I have already given at some length the views which have been advanced by several of our leading physicists and chemists on the evolution of the chemical elements, and on some of the bearings which these views have on stellar evolution. I shall now briefly refer to a point on which I venture to think the theory discussed in this volume seems to cast some additional light.
If the elements were evolved out of a common source, there is, in order to this, one necessary condition, viz. an excessively high temperature; for the temperature must be above the point of the dissociation of all the chemical elements. “In the primal stage of the universe,” says Mr. Crookes, “before matter, as we now find it, was formed from the protyle, all was in an ultra-gaseous state, at a temperature inconceivably hotter than anything now existing in the visible universe; so high, indeed, that the chemical atoms could not yet have been formed, being still far above their dissociation point.”
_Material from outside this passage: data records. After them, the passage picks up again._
import { describe, expect, it } from 'vitest';
import { exaggeration, incomingRay, outgoingRay, raysApart } from './beamGeometry.ts';

const frame = { width: 372, height: 206, x: 205, surface: 205 };
const angleOf = ({ start, end }: ReturnType<typeof incomingRay>) =>
  (Math.atan2(end.x - start.x, end.y - start.y) * 180) / Math.PI;

describe('the beam', () => {
  it.each([0, 0.5, 30, 60, 89.9])('is drawn at its true angle of %s deg, inside the drawing', (angle) => {
    const ray = incomingRay(angle, frame);
    expect(angleOf(ray)).toBeCloseTo(angle, 9);
    const out = outgoingRay(angle, frame);
    for (const point of [ray.start, out.end]) {
      expect(point.x).toBeGreaterThanOrEqual(0);
      expect(point.x).toBeLessThanOrEqual(frame.width);
      expect(point.y).toBeGreaterThanOrEqual(0);
    }
    expect(out.end.y).toBe(ray.start.y);
  });

  it('is split near normal incidence, where the two rays would cover each other', () => {
    expect(raysApart(0, frame, 0.7, 17)).toBe(17);
    expect(raysApart(60, frame, 0.7, 17)).toBe(3);
  });
});

describe('exaggeration', () => {
  it('is a round number that keeps the ellipse from turning over', () => {
    expect(exaggeration(0.04829, 0.0317)).toBe(500);
    expect(0.04829 * exaggeration(0.04829, 0)).toBeLessThan(45);
    expect(exaggeration(-0.3, 0.1)).toBe(100);
  });

  it('is 1 for angles that are seen as they are, and bounded for none', () => {
    expect(exaggeration(60, -20)).toBe(1);
    expect(exaggeration(0, 0)).toBe(1);
    expect(exaggeration(1e-12, 0)).toBe(10_000);
  });
});
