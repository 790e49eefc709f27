import { add, both, choose, div, entry, mul, sub } from './simd.as';

// Elementary functions of two values at once. Each states its range and error; all are polynomials, since the core
// of the language has none for vectors. Coefficients "fit" are Chebyshev interpolations made for these ranges with
// 40 digits; all others are Taylor coefficients.

/** (-1)^k / (2k+1)!, for sin. */
const SINE: usize = memory.data<f64>([
  1.0, -1.6666666666666666e-1, 8.333333333333333e-3, -1.984126984126984e-4, 2.7557319223985893e-6,
  -2.505210838544172e-8, 1.6059043836821613e-10, -7.647163731819816e-13, 2.8114572543455206e-15,
  -8.22063524662433e-18, 1.9572941063391263e-20, -3.868170170630684e-23,
]);

/** (-1)^k / (2k)!, for cos. */
const COSINE: usize = memory.data<f64>([
  1.0, -0.5, 4.1666666666666664e-2, -1.388888888888889e-3, 2.48015873015873e-5, -2.755731922398589e-7,
  2.08767569878681e-9, -1.1470745597729725e-11, 4.779477332387385e-14, -1.5619206968586225e-16,
]);

/** 1 / n!, for exp. */
const EXPONENTIAL: usize = memory.data<f64>([
  1.0, 1.0, 0.5, 1.6666666666666666e-1, 4.1666666666666664e-2, 8.333333333333333e-3, 1.388888888888889e-3,
  1.984126984126984e-4, 2.48015873015873e-5, 2.7557319223985893e-6, 2.755731922398589e-7,
  2.505210838544172e-8, 2.08767569878681e-9, 1.6059043836821613e-10,
]);

/** atan(t)/t in t^2 for |t| <= tan(pi/8), fit, relative error 7e-17. */
const ARCTANGENT: usize = memory.data<f64>([
  1.0, -0.3333333333332844, 0.1999999999885511, -0.14285714180976467, 0.11111106180455946,
  -0.09090773074808414, 0.07689953496306857, -0.06640233930429408, 0.056883492268090106,
  -0.04348052215716462, 0.021135373157693246,
]);

/** atan(t)/t in t^2 for |t| <= 0.05: (-1)^k / (2k+1). */
const SMALL_ARCTANGENT: usize = memory.data<f64>([
  1.0, -0.3333333333333333, 0.2, -0.14285714285714285, 0.1111111111111111, -0.09090909090909091,
]);

@inline
function horner(table: usize, degree: usize, x: v128): v128 {
  let sum = entry(table, degree);
  for (let k = degree; k > 0; k--) sum = add(mul(sum, x), entry(table, k - 1));
  return sum;
}

/** sin for |x| <= pi/2, error 1 unit in the last place or so; tiny x keep their digits. */
export function sineOfAngle(x: v128): v128 {
  return mul(x, horner(SINE, 11, mul(x, x)));
}

/** exp for x <= 0; zero below -700. */
@inline
export function decayOf(x: v128): v128 {
  const bounded = f64x2.max(x, both(-700));
  const n = f64x2.nearest(mul(bounded, both(1.4426950408889634)));
  // ln 2 in two parts, the first with 32 bits, so that n times it is exact.
  let r = sub(bounded, mul(n, both(0.6931471803691238)));
  r = sub(r, mul(n, both(1.9082149292705877e-10)));
  const power = i64x2.shl(
    i64x2.add(i64x2.extend_low_i32x4_s(i32x4.trunc_sat_f64x2_s_zero(n)), i64x2.splat(1023)),
    52,
  );
  return v128.and(mul(horner(EXPONENTIAL, 13, r), power), f64x2.gt(x, both(-700)));
}

/** x less the nearest multiple n of pi/2, for |n| < 2^20: pi/2 in three parts, the first with 33 bits. */
@inline
export function quarterTurns(x: v128): v128 {
  return f64x2.nearest(mul(x, both(0.6366197723675814)));
}

@inline
export function withinQuarter(x: v128, n: v128): v128 {
  let r = sub(x, mul(n, both(1.5707963267341256)));
  r = sub(r, mul(n, both(6.077100506303966e-11)));
  return sub(r, mul(n, both(2.0222662487959506e-21)));
}

@inline
function turned(r: v128, quadrant: v128): v128 {
  const square = mul(r, r);
  const odd = i64x2.eq(v128.and(quadrant, i64x2.splat(1)), i64x2.splat(1));
  const value = choose(odd, horner(COSINE, 9, square), mul(r, horner(SINE, 9, square)));
  return v128.xor(value, i64x2.shl(v128.and(quadrant, i64x2.splat(2)), 62));
}

/** sin and cos for |x| < 1.6e6 from one reduction: `turned` by n and by n + 1 quarters. */
@inline
export function sineOf(r: v128, n: v128): v128 {
  return turned(r, i64x2.extend_low_i32x4_s(i32x4.trunc_sat_f64x2_s_zero(n)));
}

@inline
export function cosineOf(r: v128, n: v128): v128 {
  return turned(
    r,
    i64x2.add(i64x2.extend_low_i32x4_s(i32x4.trunc_sat_f64x2_s_zero(n)), i64x2.splat(1)),
  );
}

/** atan2(y, x); relative accuracy is kept where the angle is tiny. atan2(0, 0) = 0 or pi. */
@inline
export function angleOf(y: v128, x: v128): v128 {
  const quick = f64x2.lt(f64x2.abs(y), mul(x, both(0.05)));
  if (i64x2.all_true(quick)) {
    const t = div(y, x);
    return mul(t, horner(SMALL_ARCTANGENT, 5, mul(t, t)));
  }
  return anyAngleOf(y, x);
}

function anyAngleOf(y: v128, x: v128): v128 {
  const ay = f64x2.abs(y);
  const ax = f64x2.abs(x);
  const small = f64x2.min(ax, ay);
  const large = f64x2.max(f64x2.max(ax, ay), both(1e-300));
  // Beyond tan(pi/8): atan(q) = pi/4 + atan((q - 1)/(q + 1)).
  const wide = f64x2.gt(small, mul(large, both(0.41421356237309503)));
  const t = div(choose(wide, sub(small, large), small), choose(wide, add(small, large), large));
  let angle = mul(t, horner(ARCTANGENT, 10, mul(t, t)));
  angle = add(angle, v128.and(wide, both(0.7853981633974483)));
  angle = choose(f64x2.gt(ay, ax), sub(both(1.5707963267948966), angle), angle);
  angle = choose(f64x2.lt(x, both(0)), sub(both(3.141592653589793), angle), angle);
  return v128.bitselect(y, angle, i64x2.splat(i64.MIN_VALUE));
}

/**
 * Square root that belongs to a forward wave (`forwardRoot` of complexNumber.ts): principal, but turned for values
 * with both parts negative. Real part; the imaginary part is `forwardRootIm`.
 */
@inline
function largerPart(a: v128, b: v128): v128 {
  const size = f64x2.sqrt(add(mul(a, a), mul(b, b)));
  return f64x2.max(f64x2.sqrt(mul(add(size, f64x2.abs(a)), both(0.5))), both(1e-150));
}

/** Writes the root of (a, b) to two slots. */
@inline
export function storeForwardRoot(record: usize, a: v128, b: v128): void {
  const larger = largerPart(a, b);
  const smaller = div(mul(b, both(0.5)), larger);
  const positive = f64x2.ge(a, both(0));
  // a < 0: (|smaller|, larger) for b >= 0, and for b < 0 the principal (|smaller|, -larger) negated.
  const sign = v128.and(b, i64x2.splat(i64.MIN_VALUE));
  v128.store(record, choose(positive, larger, v128.xor(f64x2.abs(smaller), sign)));
  v128.store(record + 16, choose(positive, smaller, larger));
}
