import type { ReadingName } from '../../../../shared/run.ts';
import { readingDefinitions } from '../../../../shared/readings.ts';
import type { Polarization } from '../../../../shared/stack.ts';
import { formatAngle, formatNumber } from '../../../lib/format.ts';
import type { AngleUnit } from '../../../lib/format.ts';
import type { StripReadings } from '../../../../shared/readingsStrip.ts';

export type StripReading = {
  family: 'rotation' | 'ellipticity' | 'reflectance' | 'cross' | 'contrast';
  label: string;
  anchor: string;
  value: string | null;
  unit: string;
  other: string;
};

const names: Record<StripReading['family'], { p: ReadingName; s: ReadingName; label: string }> = {
  rotation: { p: 'rotationP', s: 'rotationS', label: 'Kerr rotation' },
  ellipticity: { p: 'ellipticityP', s: 'ellipticityS', label: 'Kerr ellipticity' },
  reflectance: { p: 'reflectanceP', s: 'reflectanceS', label: 'Reflectance' },
  cross: { p: 'crossSp', s: 'crossPs', label: 'Cross-polarized' },
  contrast: { p: 'contrastP', s: 'contrastS', label: 'Transverse contrast' },
};

/** The fifth cell: how much of what the magnet allows is reached, or why there is nothing to say. */
export type CeilingCell = { percent: number } | { reason: string };

/**
 * @param magnetized whether any layer has an m other than 0
 * @param averaged whether intensities are added or averaged
 */
export function ceilingCell(
  readings: StripReadings | null,
  magnetized: boolean,
  averaged: boolean,
): CeilingCell | null {
  if (averaged) return { reason: 'intensities are averaged: no one amplitude' };
  if (!magnetized) return { reason: 'no layer is magnetized' };
  if (readings === null) return null;
  const share = readings.ceilingShare ?? null;
  return share === null
    ? { reason: 'no ceiling: the magnet does not absorb here' }
    : { percent: 100 * share };
}

/**
 * What the strip shows for the input light, the other light in small. For purely transverse m the contrast takes
 * the place of the rotation, which is zero then.
 */
export function stripReadings(
  readings: StripReadings | null,
  input: Polarization,
  transverse: boolean,
  unit: AngleUnit,
): StripReading[] {
  const other = input === 'p' ? 's' : 'p';
  const shown = [transverse ? 'contrast' : 'rotation', 'ellipticity', 'reflectance', 'cross'] as const;
  return shown.map((family) => {
    const name = names[family][input];
    const value = readings?.[name] ?? null;
    const otherValue = readings?.[names[family][other]] ?? null;
    return {
      family,
      label:
        family === 'cross' ? `${names.cross.label} ${readingDefinitions[name].symbol}` : names[family].label,
      anchor: readingDefinitions[name].anchor,
      value: value === null ? null : format(family, value, unit),
      unit: unitOf(family, unit),
      other: `${other} light ${otherValue === null ? '–' : format(family, otherValue, unit)}`,
    };
  });
}

function unitOf(family: StripReading['family'], angleUnit: AngleUnit): string {
  switch (family) {
    case 'rotation':
    case 'ellipticity':
      return angleUnit;
    case 'reflectance':
      return '';
    case 'cross':
    case 'contrast':
      return '× 10⁻³';
  }
}

function format(family: StripReading['family'], value: number, unit: AngleUnit): string {
  switch (family) {
    case 'rotation':
    case 'ellipticity':
      return formatAngle(value, unit);
    case 'reflectance':
      return formatNumber(value);
    case 'cross':
      return formatNumber(value * 1000);
    case 'contrast':
      // A difference of two reflectances: below this it is the rounding of doubles, not a signal.
      return Math.abs(value) < 1e-13 ? '0' : formatNumber(value * 1000, { signed: true });
  }
}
What, then, produced this excessive temperature in this supposed ultra-gaseous protyle? It could not have resulted from condensation by gravity. In condensation the heat increases as the condensation proceeds, because it is the condensation which produces the heat. But here the reverse must have been the case, for the ultra-gaseous mass was much hotter than the sun which was afterwards formed out of it. It was, according to Mr. Crookes, when this gaseous mass cooled down, so as to permit of its becoming converted into solid matter, that condensation into a sun could take place. Besides, was it not the excessive heat which produced the assumed ultra-gaseous condition?
There is another difficulty besetting the theory that the primitive heat was derived from condensation by gravitation. Supposing we should assume it possible that the protyle could exist in this ultra-gaseous state without possessing temperature, and that it obtained its heat from condensation by gravity, then the fact of condensation taking place shows that the gas was not in a state of equilibrium. But the gas could not have remained stationary for a single moment without beginning to condense while in a condition of unstable equilibrium. We must therefore conclude that the gas must have been in some other condition than the gaseous state prior to condensation.